Because each iteration is a separate hypothesis test on data modified
by the previous iteration, the raw p-values overstate significance.
iterative_scan() collects the raw p-values from all
iterations and applies the Holm–Bonferroni correction at the end:
iter_rj <- iterative_scan(
cases = rj_mortality$cases,
population = rj_mortality$live_births,
region_id = rj_mortality$region_id,
x = rj_mortality$x,
y = rj_mortality$y,
node_id = rj_mortality$node_id,
tree = rj_tree,
max_iter = 5, alpha = 0.05,
nsim = 999, seed = 2016,
max_pop_pct = 0.50, n_cores = 4L
)
print(iter_rj)The returned clusters data.frame has one row per
iteration with the raw p-value, the Holm-adjusted p-value, and a
significant flag:
iter_rj$clusters[, c("iteration", "node_id", "n_regions",
"llr", "pvalue", "pvalue_adjusted",
"significant")]Mapping the iterative result uses the same S3 dispatch:
cr_it <- merge(get_cluster_regions(iter_rj, overlap = TRUE),
unique(rj_mortality[, c("region_id", "ibge_code")]),
by = "region_id")
mun_it <- merge(mun, cr_it, by.x = "code6", by.y = "ibge_code",
all.x = TRUE)
ggplot(mun_it) +
geom_sf(aes(fill = factor(cluster)), color = "gray40", alpha = 0.75) +
scale_fill_manual(values = c("1" = "#C44E52", "2" = "#4C72B0",
"3" = "#55A868", "4" = "#8172B2",
"5" = "#CCB974"),
na.value = "gray95", na.translate = FALSE) +
facet_wrap(~ panel) +
theme_minimal() + theme(legend.position = "none")When to use which:
filter_clusters() /
get_cluster_regions(n_clusters = N) when you want to follow
Cançado et al. (2025) exactly.iterative_scan() when residual clustering is
plausible and you want a sequence of conditionally distinct clusters
with proper multiple-testing control.The Monte Carlo step (replicates of the null Poisson/Binomial counts
under proportional intensities) dominates the runtime. All scan
functions accept n_cores, which parallelises the Monte
Carlo step via OpenMP. On a 4-core laptop the Rio de Janeiro analysis
runs in under 20 seconds with nsim = 999; the Chicago
analysis (much larger tree) takes around two minutes.
For tasks where the case counts are concentrated near the leaves and
the tree is deep, aggregate_tree() can be used to compute
the internal-node sums once and reuse them across calls.
The inst/examples/ directory of the installed package
contains fully annotated worked examples for all four datasets:
list.files(system.file("examples", package = "treeSS"))
#> [1] "example_brazil_rj.R" "example_chicago.R"

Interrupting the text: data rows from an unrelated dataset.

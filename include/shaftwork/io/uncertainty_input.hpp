// shaftwork/io/uncertainty_input.hpp — reading the stated uncertainties of a case.
//
// A given value may carry its expanded uncertainty (k = 2, about 95 %), as on an instrument
// datasheet: { "value": "2.10 barg", "uncertainty": "0.25 %" }. "%" is a percent of the
// reading as written (0.25 % of 2.10 barg is 0.00525 bar; 1 % of 172.5 degC is 1.725 K);
// anything else is a difference in the value's own dimension ("0.3 K", "0.5 degF" =
// 0.2778 K, "0.01 bar"), a plain number one in SI (for an efficiency, 0.005 is half a
// point). A case, a case file (beside "cases") and a batch template may state uncertainties
// by dotted key: "uncertainty": { "outlet.temperature": "0.3 K", "power": "1.5 %" }; a
// value's own wins over its case's, the case's over its file's. docs/uncertainty.md.
#pragma once

#include <string>
#include <vector>

#include <nlohmann/json.hpp>

#include "shaftwork/io/case_input.hpp"
#include "shaftwork/units/quantity.hpp"

namespace shaftwork::io {

// A value as a case file writes it: a number or "<number> <unit>", or an object
// { "value": ..., "uncertainty": ... }. `uncertainty` is nullptr when none is stated.
struct MeasuredJson {
  const nlohmann::json* value = nullptr;
  const nlohmann::json* uncertainty = nullptr;
};
// Throws bad_input "<path>: ..." for an object without "value" or with another key.
MeasuredJson split_measured(const nlohmann::json& value, const std::string& path);

// Reads one stated uncertainty of `input` (`path` names it in messages, as in
// "outlet.temperature.uncertainty"). Throws bad_input "<path>: ..." when it is negative,
// not a number, or of another dimension than the value ("0.3 kPa" for a temperature).
StatedUncertainty read_stated_uncertainty(const nlohmann::json& u, machines::Input input, const std::string& path,
                                          const units::ParseContext& context = {});

// Reads an "uncertainty" object of dotted case keys (`path` is its own path, "uncertainty").
// Throws bad_input for a key that names no case value and for a bad statement.
std::vector<StatedUncertainty> read_uncertainty_by_key(const nlohmann::json& object, const std::string& path,
                                                       const units::ParseContext& context = {});

// Gives each value of `c` that has no uncertainty yet the one `statements` hold for its key.
void apply_uncertainty_by_key(CaseInput& c, const std::vector<StatedUncertainty>& statements);

// The refusal of a case's statement by key for a value the case does not give (a solved
// quantity has no uncertainty to state), "" when every statement has its value.
std::string unused_uncertainty_problem(const CaseInput& c);

// The magnitude of the reading as written, as an SI difference: |number| x the unit's
// scale (210000 Pa for "2.10 barg", 172.5 K for "172.5 degC", |si| for a plain number).
// What a percent-of-reading uncertainty is a percent of; `barometer` [Pa] is the case's.
double reading_magnitude(const GivenValue& g, double barometer);

// The expanded uncertainty [SI] a statement gives a value whose reading is `reading`
// (reading_magnitude).
inline double expanded_of(const StatedUncertainty& s, double reading) {
  return s.relative ? s.value * reading : s.value;
}

// True when some given value of `c` carries an uncertainty.
bool has_uncertainty(const CaseInput& c);

// True when some case of a case document states an uncertainty (an "uncertainty" object, or
// a value written as {"value": ..., "uncertainty": ...}), read or not: the CSV of the
// document's results then carries the uncertainty columns from its header on.
bool states_uncertainty(const nlohmann::json& document);

}  // namespace shaftwork::io
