// shaftwork/io/guarantee_reader.hpp — a case file's "guarantee" object, and judging it.
//
// A guarantee stands inside a case (that case alone) or at the top of a case file beside
// "cases" (every case of the file is a test point of one test). Its keys (the contract,
// "Guarantees"; docs/guarantee.md): speed, inlet {pressure, temperature}, fluid,
// mass_flow | volume_flow | standard_volume_flow, outlet {pressure}, head, efficiency,
// power, tolerances, site {barometric_pressure} and note. Values are read to SI here; the
// conversion and verdict are machines::judge().
#pragma once

#include <functional>
#include <map>
#include <optional>
#include <string>
#include <vector>

#include <nlohmann/json.hpp>

#include "shaftwork/io/fluid_factory.hpp"
#include "shaftwork/io/result_writer.hpp"
#include "shaftwork/machines/guarantee.hpp"

namespace shaftwork::io {

// Reads a guarantee for a `machine`. Gauge pressures are read against the guarantee's own
// site.barometric_pressure, else `barometer` [Pa] (the test's). Throws bad_input naming
// the dotted key ("guarantee.tolerances.power.max: ...") for an unknown key, a value of the
// wrong kind or unit, a grade that ISO 9906:2012 does not have.
machines::Guarantee read_guarantee(const nlohmann::json& object, machines::MachineKind machine, FluidFactory& fluids,
                                   double barometer, std::vector<std::string>& warnings);

// The expanded uncertainties (k = 2) of a rating's results, SI, by dotted result key, as
// machines::TestPoint holds them; results without one are left out.
std::map<std::string, double, std::less<>> uncertainty_by_result_key(const UncertaintyResult& u);

// The test point of a rated case (o.ok()), with the expanded uncertainty of each result
// (o.uncertainty, by dotted result key) when the case carries uncertainties.
machines::TestPoint test_point(const CaseOutcome& o);

// Judges a case's own guarantee: sets o.guarantee, or o.guarantee_error with the message.
void judge_case_guarantee(const nlohmann::json& guarantee, FluidFactory& fluids, CaseOutcome& o);

// A file's guarantee (beside "cases") judged on all its cases, which come one at a time:
// add() keeps each rated case's test point (not its outcome), finish() judges. A case that
// could not be rated leaves the test unjudged (an error naming it): a verdict rests on every
// test point of the file.
class FileTest {
 public:
  // Inactive when `document` holds no guarantee beside "cases" (a single case's "guarantee"
  // is the case's own, judged by rate_case). `document` must outlive the FileTest.
  FileTest(const nlohmann::json& document, std::string origin);
  bool active() const { return guarantee_ != nullptr; }
  void add(const CaseOutcome& o);
  TestOutcome finish(FluidFactory& fluids);

 private:
  const nlohmann::json* guarantee_ = nullptr;
  TestOutcome test_;
  std::vector<machines::TestPoint> points_;
};

// The CSV columns of the cases' own guarantees in `document` (added to `columns`, which is
// set once some case holds a guarantee): decided before any case is rated, as the header
// comes first. A guarantee that cannot be read adds no checks (its case says why later).
void add_case_guarantee_columns(const nlohmann::json& document, const std::string& origin, FluidFactory& fluids,
                                std::optional<GuaranteeColumns>& columns);

}  // namespace shaftwork::io
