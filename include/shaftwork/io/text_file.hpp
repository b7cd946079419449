// shaftwork/io/text_file.hpp — read a whole input file.
#pragma once

#include <string>

namespace shaftwork::io {

// The whole content of the file at `path`, or of standard input for "-". Throws
// bad_input "PATH: cannot read the file: REASON" when it cannot be opened or read,
// and "PATH: is a directory, not a file" for a directory.
std::string read_text_file(const std::string& path);

}  // namespace shaftwork::io
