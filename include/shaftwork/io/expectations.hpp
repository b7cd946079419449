// shaftwork/io/expectations.hpp — a case's `expect` block: the results it must give.
//
//   "expect": {
//     "outlet.temperature": "165.8 degC",
//     "efficiency.isentropic": { "value": "81.2 %", "tolerance": "0.1 %" },
//     "power": { "value": "3.72 MW", "tolerance": "5 kW" }
//   }
//
// Each key is a dotted result key of result_keys() and takes a value as case values do: a
// JSON number in SI, or "<number> <unit>" in any unit of the key's dimension (a fraction
// also as a bare number or a percentage; gauge pressures against the case's barometer).
// A tolerance is relative when it is a percentage ("0.1 %" of the expected value), else
// absolute: "<number> <unit>" in a unit of the key's dimension, or a JSON number in SI.
// An absolute tolerance is a difference, so only the unit's scale counts: "0.09 degF" is
// 0.05 K, "0.1 barg" is 0.1 bar. A fraction's absolute tolerance is a bare number (0.002).
// Without a tolerance the run's relative tolerance applies (`check --rtol`, default 1e-6).
#pragma once

#include <optional>
#include <string>
#include <vector>

#include <nlohmann/json.hpp>

#include "shaftwork/io/result_keys.hpp"

namespace shaftwork::io {

// How far a result may lie from its expected value.
struct Tolerance {
  enum class Kind { relative, absolute };
  Kind kind = Kind::relative;
  double amount = 0;    // relative: a fraction of the expected value; absolute: SI
  std::string written;  // as the user wrote it ("0.1 %", "0.05 K"); "" for --rtol

  // Whether `now` lies within the tolerance of `expected` (always when they are equal).
  bool allows(double now, double expected) const;
  // For reports: "0.05 K" as written, or "1e-06 relative" for --rtol.
  std::string describe() const;
};

// The relative tolerance of a check run (--rtol): what an expectation without one and
// every baseline key are held to.
Tolerance relative_tolerance(double fraction);

struct Expectation {
  const ResultKey* key = nullptr;
  double value = 0;                    // SI
  std::string written;                 // the value as written ("165.8 degC", "0.812")
  std::optional<Tolerance> tolerance;  // absent: the run's relative tolerance
};

// The `expect` block of a case object, in the order of its keys (none when it has no
// block). `barometer` [Pa] reads gauge pressures. Throws bad_input naming the key and the
// problem:
//   expect: "efficiency.isentropc" is no result key; the keys are: inlet.pressure, ...
//   expect.outlet.temperature: tolerance: "0.05 bar": a pressure unit where a temperature belongs
std::vector<Expectation> read_expectations(const nlohmann::json& case_object, double barometer);

}  // namespace shaftwork::io
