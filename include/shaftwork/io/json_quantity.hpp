// shaftwork/io/json_quantity.hpp — a case file's numbers and "<number> <unit>" strings, to SI.
#pragma once

#include <string>
#include <string_view>

#include <nlohmann/json.hpp>

#include "shaftwork/units/quantity.hpp"

namespace shaftwork::io {

// A quantity read from JSON: its SI value and the unit the user wrote ("" for a
// plain number, which is SI by definition).
struct ReadQuantity {
  double si = 0;
  std::string unit;
};

// Reads `value` (a JSON number in SI units or a string "<number> <unit>") as a
// quantity of dimension `d`. Throws bad_input with `path` before the message:
// 'outlet.pressure: "4.1 degC": a temperature unit where a pressure belongs'.
// The symbol of a dimension's SI unit, in which a plain JSON number is read ("" for a fraction).
std::string_view si_symbol(units::Dimension d);

// The unit symbol of a "<number> <unit>" text: what follows the number and the spaces
// after it ("barg" of "2.10 barg", "%" of "84.5%"); "" when there is none.
std::string_view unit_written(std::string_view text);

ReadQuantity read_quantity(const nlohmann::json& value, units::Dimension d, const std::string& path,
                           const units::ParseContext& context, units::ParseNotes& notes);

}  // namespace shaftwork::io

#> [2] "example_florida.R" "example_london.R"The Florida script demonstrates the full workflow from raw long data
— building the ICD-10 tree from scratch, downloading county polygons via
tigris, assembling parallel input vectors and plotting with
ggplot2. The London script illustrates the use of a
non-medical tree (light × road × junction) on traffic collisions, with
an interactive leaflet map.
These two examples are also the basis of the detailed use cases in the companion R Journal paper.
Cançado, A. L. F., Oliveira, G. S., Quadros, A. V. C., & Duczmal, L. H. (2025). A tree-spatial scan statistic. Environmental and Ecological Statistics, 32, 953–978. doi:10.1007/s10651-025-00670-w
Kulldorff, M. (1997). A spatial scan statistic. Communications in Statistics — Theory and Methods, 26(6), 1481–1496.
Kulldorff, M., Fang, Z., & Walsh, S. J. (2003). A tree-based scan statistic for database disease surveillance. Biometrics, 59(2), 323–331.
Zhang, Z., Assunção, R., & Kulldorff, M. (2010). Spatial scan statistics adjusted for multiple clusters. Journal of Probability and Statistics, 2010, 642379.
Holm, S. (1979). A simple sequentially rejective multiple test procedure. Scandinavian Journal of Statistics, 6(2), 65–70.